I recall the days before we had the cool measuring tools we have now - and just did trial and error using the old "turn the die down 1/4 turn" as came with the dies. Talk about "approximations"!
 
I recall the days before we had the cool measuring tools we have now - and just did trial and error using the old "turn the die down 1/4 turn" as came with the dies. Talk about "approximations"!
Yes, I know. But I didn't resize these cases, they came that way from Starline.
 
Yes, I know. But I didn't resize these cases, they came that way from Starline.
When you live long enough, you experience more failures...

I often catch flak on the forum for suggesting beginners include measurements of their virgin brass.... now you know why.

When we first started playing with AR platforms to be able to utilize Comm Block ammo (7.62x39, 5.45x39, etc.) we found some of the hammer springs being used without issues on our ammo would have statistical failures on the Comm Block stuff. Thus, the enhanced firing pins and upgraded springs were borne.

When you play around with AR platforms, it is good to keep things like alternate known value spring sets for the hammer and enhanced firing pins just in case you actually run into some Comm Block primers with the hard cups.

You may want to give an enhanced firing pin and spring set a try after you screen that brass and sort out the short shoulders, it may help salvage the brass and it takes all of about 5 minutes to swap out those parts and then put them back again once you have the first cycle done.
 
When you live long enough, you experience more failures...

I often catch flak on the forum for suggesting beginners include measurements of their virgin brass.... now you know why.

When we first started playing with AR platforms to be able to utilize Comm Block ammo (7.62x39, 5.45x39, etc.) we found some of the hammer springs being used without issues on our ammo would have statistical failures on the Comm Block stuff. Thus, the enhanced firing pins and upgraded springs were borne.
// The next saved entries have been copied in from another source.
def fit_direction(moments, idx, priors, shrinkage, *, method="lda"):
    """First discriminant direction (LDA or HLDA) on features `idx`.

    Parameters
    ----------
    moments : sequence of Moments
        Per-state moments (standardized features).
    idx : array-like of int
        Feature indices.
    priors : array-like of shape (n_states,)
    shrinkage : float
    method : {'lda', 'hlda'}, default='lda'
        Arithmetic (LDA) or harmonic (HLDA) mean of the state covariances as
        within-state scatter.

    Returns
    -------
    ndarray of shape (len(idx),)
        Unit-length direction.
    """
    means, covs = state_arrays(moments, idx)
    if len(means) == 2:  # one or two linear solves instead of an eigenproblem
        w = two_state_direction(means, covs, priors, shrinkage=shrinkage,
                                within=_within(method))
        if w is not None:
            return w
    _, vecs = discriminant_directions(means, covs, priors, shrinkage=shrinkage,
                                      within=_within(method))
    return vecs[:, 0]


def slow_direction(lagged, idx, *, rcond=1e-6):
    """Slowest TICA direction (reversible estimate) on features `idx`.

    Returns
    -------
    direction : ndarray of shape (len(idx),), unit length
    eigenvalue : float
        Its autocorrelation at the lag (dimensionless).
    """
    sub = lagged.subset(np.asarray(idx, dtype=np.intp))
    tica = TICA.from_moments(sub, lag=sub.lag or 1, n_components=1, rcond=rcond)
    w = tica.eigenvectors_[:, 0]
    return w / np.linalg.norm(w), float(tica.eigenvalues_[0])


def autocorrelation_along(w, lagged, idx):
    """Normalized autocorrelation at the lag of the projection on `w` (reversible).

    Returns NaN (not measured) when `lagged` holds no lagged pairs (every run
    shorter than the lag) or the projection does not vary.
    """
    if not lagged.count > 0:
        return float("nan")
    sub = lagged.subset(np.asarray(idx, dtype=np.intp))
    _, c0, ct = sub.covariances(reversible=True)
    den = float(w @ c0 @ w)
    return float(w @ ct @ w) / den if den > 0 else float("nan")


def cv_direction(fold_moments, idx, *, objective="separate", method="lda", shrinkage=1e-3,
                 fold=None):
    """The CV direction a combination gets: on all folds, or on all but `fold`.

    ``separate`` and ``both`` use the discriminant direction (`method`);
    ``slow`` uses the slowest TICA direction.
    """
    if objective == "slow":
        lag = fold_moments.lagged_pooled() if fold is None else fold_moments.lagged_train(fold)
        return slow_direction(lag, idx)[0]
    states = fold_moments.pooled() if fold is None else fold_moments.train(fold)
    return fit_direction(states, idx, fold_moments.priors, shrinkage, method=method)


def fold_scores(fold_moments, idx, *, objective="separate", method="lda", shrinkage=1e-3):
    """Held-out score of a combination in each fold.

    * ``separate``: Fisher ratio (between- over within-state variance,
      arithmetic within-state mean, so it compares across methods) of the
      direction fitted on the other folds;
    * ``slow``: cross-validated VAMP-2 score of the slowest singular function,
      minus the constant part (Wu and Noé 2020): the squared correlation, in
      [0, 1], across the lag of the slowest linear function of the features;
    * ``both``: ``J / (1 + J) * max(rho, 0)``, the held-out Fisher ratio mapped
      to [0, 1) times the held-out autocorrelation at the lag of the same
      (discriminant) direction.

    Returns
    -------
    ndarray of shape (n_folds,)
    """
    _check_objective(objective, method)
    idx = np.asarray(idx, dtype=np.intp)
    out = np.empty(fold_moments.n_folds)
    for k in range(fold_moments.n_folds):
        if objective == "slow":
            train = fold_moments.lagged_train(k).subset(idx)
            test = fold_moments.lagged_test(k).subset(idx)
            try:
                out[k] = vamp2_score(train, test, k=1) - 1.0
            except ValueError:
                out[k] = 0.0
            continue
        w = fit_direction(fold_moments.train(k), idx, fold_moments.priors, shrinkage,
                          method=method)
        means, covs = state_arrays(fold_moments.test(k), idx)
        j = min(rayleigh_quotient(w, means, covs, fold_moments.priors), 1e12)
        if objective == "separate":
            out[k] = j
        else:
            rho = autocorrelation_along(w, fold_moments.lagged_test(k), idx)
            out[k] = j / (1.0 + j) * (max(rho, 0.0) if np.isfinite(rho) else 0.0)
    return out


def heldout_score(fold_moments, idx, *, objective="separate", method="lda", shrinkage=1e-3):
    """Cross-validated score of the combination of features `idx`.

    Parameters
    ----------
    fold_moments : FoldMoments
        Standardized features (with lagged moments for ``slow`` and ``both``).
    idx : array-like of int
        Feature indices.
    objective : {'separate', 'slow', 'both'}, default='separate'
        See :func:`fold_scores`.
    method : {'lda', 'hlda'}, default='lda'
    shrinkage : float, default=1e-3
        Discriminant regularization, see
        :func:`cvdesign.fit.discriminant_directions`.

    Returns
    -------
    mean : float
        Mean held-out score over folds (dimensionless).
    se : float
        Its standard error (standard deviation over folds / sqrt(n_folds)).
    per_fold : ndarray of shape (n_folds,)

    Examples
    --------
    >>> import numpy as np
    >>> from cvdesign.stats.moments import Moments
    >>> rng = np.random.default_rng(0)
    >>> fm = FoldMoments([[Moments.from_data(rng.normal(m, 1, (500, 1))) for _ in range(2)]
    ...                   for m in (0.0, 2.0)])
    >>> round(heldout_score(fm, [0])[0], 1)  # (delta mu / 2 sigma)^2 = 1
    1.0
    """
    scores = fold_scores(fold_moments, idx, objective=objective, method=method,
                         shrinkage=shrinkage)
    se = scores.std(ddof=1) / np.sqrt(len(scores)) if len(scores) > 1 else 0.0
    return float(scores.mean()), float(se), scores


@dataclass
class Combination:
    """A set of descriptors and its held-out score.

    Attributes
    ----------
    members : tuple of int
        Indices (into the candidate groups) in the order the search added them.
    score : float
        Mean held-out Fisher ratio.
    se : float
        Standard error of `score` over folds.
    fold_scores : ndarray of shape (n_folds,)
    """

    members: tuple
    score: float
    se: float
    fold_scores: np.ndarray = field(repr=False)

    @property
    def n_terms(self):
        """int : number of descriptors."""
        return len(self.members)


def greedy_search(fold_moments, groups, *, max_terms=5, n_seeds=5, min_gain=0.01,
                  shrinkage=1e-3, objective="separate", method="lda"):
    """Greedy forward selection of descriptors by held-out Fisher ratio.

    Starting from each of the `n_seeds` best single descriptors, the
    descriptor that most raises the held-out score is added, until
    `max_terms` descriptors are in the set or no addition raises the score by
    more than the fraction `min_gain`. Every set met on the way is returned
    once.

    Parameters
    ----------
    fold_moments : FoldMoments
        Standardized features.
    groups : sequence of array-like of int
        Feature indices of each candidate descriptor (a dihedral brings two).
    max_terms : int, default=5
    n_seeds : int, default=5
    min_gain : float, default=0.01
        Smallest relative gain in held-out score worth another term.
    shrinkage : float, default=1e-3
    objective : {'separate', 'slow', 'both'}, default='separate'
        Held-out score to maximize, see :func:`fold_scores`.
    method : {'lda', 'hlda'}, default='lda'

    Returns
    -------
    list of Combination
        In the order found.

    Notes
    -----
    Costs ``O(n_seeds * max_terms * len(groups))`` small eigenproblems per fold.
    """
    groups = [np.asarray(g, dtype=np.intp) for g in groups]
    if max_terms < 1:
        raise ValueError(f"max_terms={max_terms!r} must be at least 1")
    cache = {}

    def score(members):
        key = frozenset(members)
        if key not in cache:
            idx = np.concatenate([groups[m] for m in sorted(key)])
            cache[key] = heldout_score(fold_moments, idx, shrinkage=shrinkage,
                                       objective=objective, method=method)
        return cache[key]

    singles = sorted(range(len(groups)), key=lambda g: (-score((g,))[0], g))
    found = {}
    for seed in singles[:max(1, n_seeds)]:
        members = (seed,)
        found.setdefault(frozenset(members), members)
        while len(members) < min(max_terms, len(groups)):
            best, best_val = None, -np.inf
            for g in range(len(groups)):
                if g in members:
                    continue
                val = score(members + (g,))[0]
                if val > best_val:
                    best, best_val = g, val
            current = score(members)[0]
            if not best_val > current + min_gain * abs(current):
                break
            members = members + (best,)
            found.setdefault(frozenset(members), members)
    for s in singles[:max(1, n_seeds)]:
        found.setdefault(frozenset((s,)), (s,))
    out = []
    for key, members in found.items():
        mean, se, per = score(members)
        out.append(Combination(tuple(members), mean, se, per))
    return out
When you play around with AR platforms, it is good to keep things like alternate known value spring sets for the hammer and enhanced firing pins just in case you actually run into some Comm Block primers with the hard cups.

You may want to give an enhanced firing pin and spring set a try after you screen that brass and sort out the short shoulders, it may help salvage the brass and it takes all of about 5 minutes to swap out those parts and then put them back again once you have the first cycle done.
That's a good idea, I had to do that to my 7.62x39 upper in order to get it to run tula ammo.